Red Canary’s webhook integration allows you to trigger any HTTP listener as part of an automation playbook. Common uses of webhooks include:
- Creating tickets in ticket-tracking systems such as ServiceNow or JIRA.
- Posting data to SIEM / log collection platforms like Splunk or SumoLogic.
- Triggering incidents in paging systems such as OpsGenie or VictorOps (PagerDuty has a distinct integration action).
- Sending data to a custom business application you have exposed to the internet as custom software, an Azure function, or an AWS endpoint.
Webhooks are highly customizable and allow you to configure which HTTP method is used and specify HTTP headers that are used for authorization, routing, etc.
Adding a webhook automation action
To trigger a webhook as part of an automation playbook:
- Within any playbook, click Add Action.
- Click Webhook/API > Invoke Webhook or API > Add to Playbook.
- Select an HTTP Method that should be used.
- Enter the URL that should be invoked.
- Optionally, enter one or more HTTP headers that should be included in the HTTP request. By default, no HTTP headers are sent.

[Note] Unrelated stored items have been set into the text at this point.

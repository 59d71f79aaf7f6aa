// Sum, Max, Min, Mean over 1-4 broadcasting inputs against onnxruntime-node on seeded random shapes.
import { describe, it } from 'vitest';
import { SEEDS, T, bcastShape, count, randInt, randShape, randn, rng, vsOrt } from './ort-compare.js';

describe('variadic Sum/Max/Min/Mean (outside check: onnxruntime-node)', () => {
  for (const op of ['Sum', 'Max', 'Min', 'Mean']) {
    it(`${op} at opsets 8 and 13, float; int64 for Max/Min`, async () => {
      for (const seed of SEEDS) {
        const r = rng(seed);
        const dims = randShape(r, 1, 4);
        const n = 1 + (seed % 4);
        const ins = Array.from({ length: n }, (_, k) => {
          const d = k === 0 ? dims : bcastShape(r, dims);
          return { name: `x${k}`, dims: d, data: randn(r, count(d)) };
        });
        await vsOrt(op, seed % 2 ? 8 : 13, ins);
        if (op === 'Max' || op === 'Min') {
          const ii = ins.map((i) => ({ ...i, data: randInt(r, count(i.dims), -9, 9), type: T.INT64 }));
          await vsOrt(op, 13, ii, {}, [{ name: 'y', type: T.INT64 }]);
        }
      }
    });
  }
});
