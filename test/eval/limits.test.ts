// Work bounds (src/eval/limits.ts): small inputs that would make one kernel run for hours or allocate
// gigabytes are refused with an unsupported-op error naming the node, before any work starts.
import { describe, expect, it } from 'vitest';
import { GraphBuilder, T, modelBytes } from '../helpers/build.js';
import { parseModel } from '../../src/onnx/read.js';
import { runModel } from '../../src/eval/run.js';
import { PleatError } from '../../src/errors.js';
import { MAX_KERNEL_STEPS, MAX_MADE_ELEMENTS } from '../../src/eval/limits.js';

function refusal(build: (g: GraphBuilder) => void, opset = 17): PleatError {
  const g = new GraphBuilder();
  g.output('y');
  build(g);
  const m = parseModel(modelBytes(g, { opset }), '.');
  const t = Date.now();
  try { runModel(m, new Map(), { precision: 'float64' }); } catch (e) {
    expect(Date.now() - t).toBeLessThan(30_000); // refused before the work, not after it
    return e as PleatError;
  }
  throw new Error('ran');
}

describe('kernel work bounds', () => {
  it(`an Einsum needing more than ${MAX_KERNEL_STEPS} steps is refused`, () => {
    const e = refusal((g) => {
      for (const n of ['a', 'b', 'c', 'd']) g.init(n, [400], new Array(400).fill(1));
      g.node('Einsum', ['a', 'b', 'c', 'd'], { equation: 'i,j,k,l->' }, { name: 'huge_sum', outputs: ['y'] });
    });
    expect(e.kind).toBe('unsupported-op');
    expect(e.message).toMatch(/huge_sum.*equation 'i,j,k,l->' takes 1\.02e\+11 steps/);
  });
  it(`a window or DFT length past ${MAX_MADE_ELEMENTS} elements is refused`, () => {
    const w = refusal((g) => {
      g.init('n', [], [1e9], T.INT64);
      g.node('HannWindow', ['n'], {}, { name: 'wide', outputs: ['y'] });
    });
    expect(w.kind).toBe('unsupported-op');
    expect(w.message).toMatch(/wide.*the window would hold 1000000000 elements/);
    const d = refusal((g) => {
      g.init('x', [1, 4, 1], [1, 2, 3, 4]);
      g.init('len', [], [2 ** 28], T.INT64);
      g.node('DFT', ['x', 'len'], {}, { name: 'long_dft', outputs: ['y'] });
    });
    expect(d.message).toMatch(/long_dft.*the DFT output would hold/);
    const m = refusal((g) => {
      g.init('mels', [], [64], T.INT64); g.init('dft', [], [2 ** 24], T.INT64); g.init('rate', [], [16000], T.INT64);
      g.init('lo', [], [0]); g.init('hi', [], [8000]);
      g.node('MelWeightMatrix', ['mels', 'dft', 'rate', 'lo', 'hi'], {}, { name: 'mel', outputs: ['y'] });
    });
    expect(m.message).toMatch(/mel.*the mel weight matrix would hold/);
  });
});
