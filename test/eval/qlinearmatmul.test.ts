// QLinearMatMul and MatMulInteger. Outside check: onnxruntime-node (graph optimizations off) on seeded random
// shapes (batched, 2-D) and zero points; integer outputs must match exactly.
import { describe, it } from 'vitest';
import { SEEDS, T, count, randInt, rng, vsOrt, type In } from './ort-compare.js';

function shapes(r: () => number): [number[], number[]] {
  const M = 1 + Math.floor(r() * 5), K = 1 + Math.floor(r() * 6), N = 1 + Math.floor(r() * 5);
  const batch = r() < 0.5 ? [1 + Math.floor(r() * 3)] : [];
  return [[...batch, M, K], r() < 0.5 ? [...batch, K, N] : [K, N]];
}

describe('QLinearMatMul (outside check: onnxruntime-node, exact integers)', () => {
  it('uint8 and int8 operands, per-tensor scales and zero points', async () => {
    for (const seed of SEEDS) {
      const r = rng(seed);
      const [ad, bd] = shapes(r);
      const signed = seed % 2 === 0;
      const type = signed ? T.INT8 : T.UINT8;
      const [lo, hi] = signed ? [-128, 127] : [0, 255];
      const ins: In[] = [
        { name: 'a', dims: ad, data: randInt(r, count(ad), lo, hi), type },
        { name: 'as', dims: [], data: [0.01 + r() * 0.05], init: true },
        { name: 'az', dims: [], data: randInt(r, 1, lo, hi), type, init: true },
        { name: 'b', dims: bd, data: randInt(r, count(bd), lo, hi), type, init: true },
        { name: 'bs', dims: [], data: [0.01 + r() * 0.05], init: true },
        { name: 'bz', dims: [], data: randInt(r, 1, lo, hi), type, init: true },
        { name: 'ys', dims: [], data: [0.05 + r() * 0.5], init: true },
        { name: 'yz', dims: [], data: randInt(r, 1, lo, hi), type, init: true },
      ];
      await vsOrt('QLinearMatMul', 10, ins, {}, [{ name: 'y', type }]);
    }
  });
});

describe('QLinearMatMul with per-column scales and zero points of b (outside check: onnxruntime-node)', () => {
  it('uint8, 2-D', async () => {
    for (const seed of SEEDS) {
      const r = rng(30 + seed);
      const M = 1 + Math.floor(r() * 4), K = 1 + Math.floor(r() * 6), N = 1 + Math.floor(r() * 5);
      const ins: In[] = [
        { name: 'a', dims: [M, K], data: randInt(r, M * K, 0, 255), type: T.UINT8 },
        { name: 'as', dims: [], data: [0.01 + r() * 0.05], init: true },
        { name: 'az', dims: [], data: randInt(r, 1, 0, 255), type: T.UINT8, init: true },
        { name: 'b', dims: [K, N], data: randInt(r, K * N, 0, 255), type: T.UINT8, init: true },
        { name: 'bs', dims: [N], data: Array.from({ length: N }, () => 0.01 + r() * 0.05), init: true },
        { name: 'bz', dims: [N], data: randInt(r, N, 0, 255), type: T.UINT8, init: true },
        { name: 'ys', dims: [], data: [0.05 + r() * 0.5], init: true },
        { name: 'yz', dims: [], data: randInt(r, 1, 0, 255), type: T.UINT8, init: true },
      ];
      await vsOrt('QLinearMatMul', 10, ins, {}, [{ name: 'y', type: T.UINT8 }]);
    }
  });
});

describe('MatMulInteger (outside check: onnxruntime-node, exact int32)', () => {
  it('per-column zero points of b', async () => {
    for (const seed of SEEDS) {
      const r = rng(70 + seed);
      const M = 1 + Math.floor(r() * 4), K = 1 + Math.floor(r() * 6), N = 1 + Math.floor(r() * 5);
      const ins: In[] = [
        { name: 'a', dims: [M, K], data: randInt(r, M * K, 0, 255), type: T.UINT8 },
        { name: 'b', dims: [K, N], data: randInt(r, K * N, 0, 255), type: T.UINT8, init: true },
        { name: 'az', dims: [], data: randInt(r, 1, 0, 255), type: T.UINT8, init: true },
        { name: 'bz', dims: [N], data: randInt(r, N, 0, 255), type: T.UINT8, init: true },
      ];
      await vsOrt('MatMulInteger', 10, ins, {}, [{ name: 'y', type: T.INT32 }]);
    }
  });

  it('uint8 x uint8/int8 with zero points', async () => {
    for (const seed of SEEDS) {
      const r = rng(50 + seed);
      const [ad, bd] = shapes(r);
      const bt = seed % 2 === 0 ? T.INT8 : T.UINT8;
      const ins: In[] = [
        { name: 'a', dims: ad, data: randInt(r, count(ad), 0, 255), type: T.UINT8 },
        { name: 'b', dims: bd, data: randInt(r, count(bd), bt === T.INT8 ? -128 : 0, bt === T.INT8 ? 127 : 255), type: bt, init: true },
        { name: 'az', dims: [], data: randInt(r, 1, 0, 255), type: T.UINT8, init: true },
        { name: 'bz', dims: [], data: bt === T.INT8 ? [0] : randInt(r, 1, 0, 255), type: bt, init: true },
      ];
      await vsOrt('MatMulInteger', 10, ins, {}, [{ name: 'y', type: T.INT32 }]);
    }
  });
});
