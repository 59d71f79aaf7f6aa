// pleat's exit codes, one place for the CLI, its --help epilogue and the README.
export const EXIT = {
  /** Done (a fold may keep some normalizations; that is not a failure). */
  ok: 0,
  /** A gate failed or --fail-on kept triggered; fold wrote nothing. */
  failed: 1,
  /** Bad input or usage: one line on stderr naming the file, node or flag. */
  badInput: 2,
  /** Internal error: a bug in pleat (rerun with PLEAT_DEBUG=1 and report it). */
  internal: 3,
} as const;

export type ExitCode = (typeof EXIT)[keyof typeof EXIT];

/** The exit codes as the --help epilogue prints them. */
export const EXIT_CODES_TEXT = [
  'Exit codes:',
  '  0  done',
  '  1  a gate or --fail-on kept failed (fold writes nothing)',
  '  2  bad input or usage (one line on stderr)',
  '  3  internal error: a bug in pleat (rerun with PLEAT_DEBUG=1 and report it)',
  'A batch over several models exits with the worst code of its models.',
].join('\n');

/** The worse of two exit codes: internal > bad input > failed > ok. */
export function worseExit(a: number, b: number): number {
  return Math.max(a, b);
}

- Specify a Payload type (learn more about these below). Payloads are applicable to the POST, PUT, and PATCH HTTP methods.
- Click Save.
What are payloads?
The payload of a webhook is the content that is included in the body of the HTTP request to the specified URL. These payloads can be customized based on your needs and the API you’re integrating with.
All attributes as JSON
This payload type sends all of the objects and attributes that triggered the action to the webhook URL as the body of a JSON post.
If the receiving application requires the Content-Type header to properly process the message, ensure you specify Content-Type=application/json in the HTTP Headers section.
This payload type allows you to specify a fully custom webhook payload. This content can be JSON, text, etc.
If required by the receiving application, ensure you send the appropriate HTTP headers using the HTTP Headers section.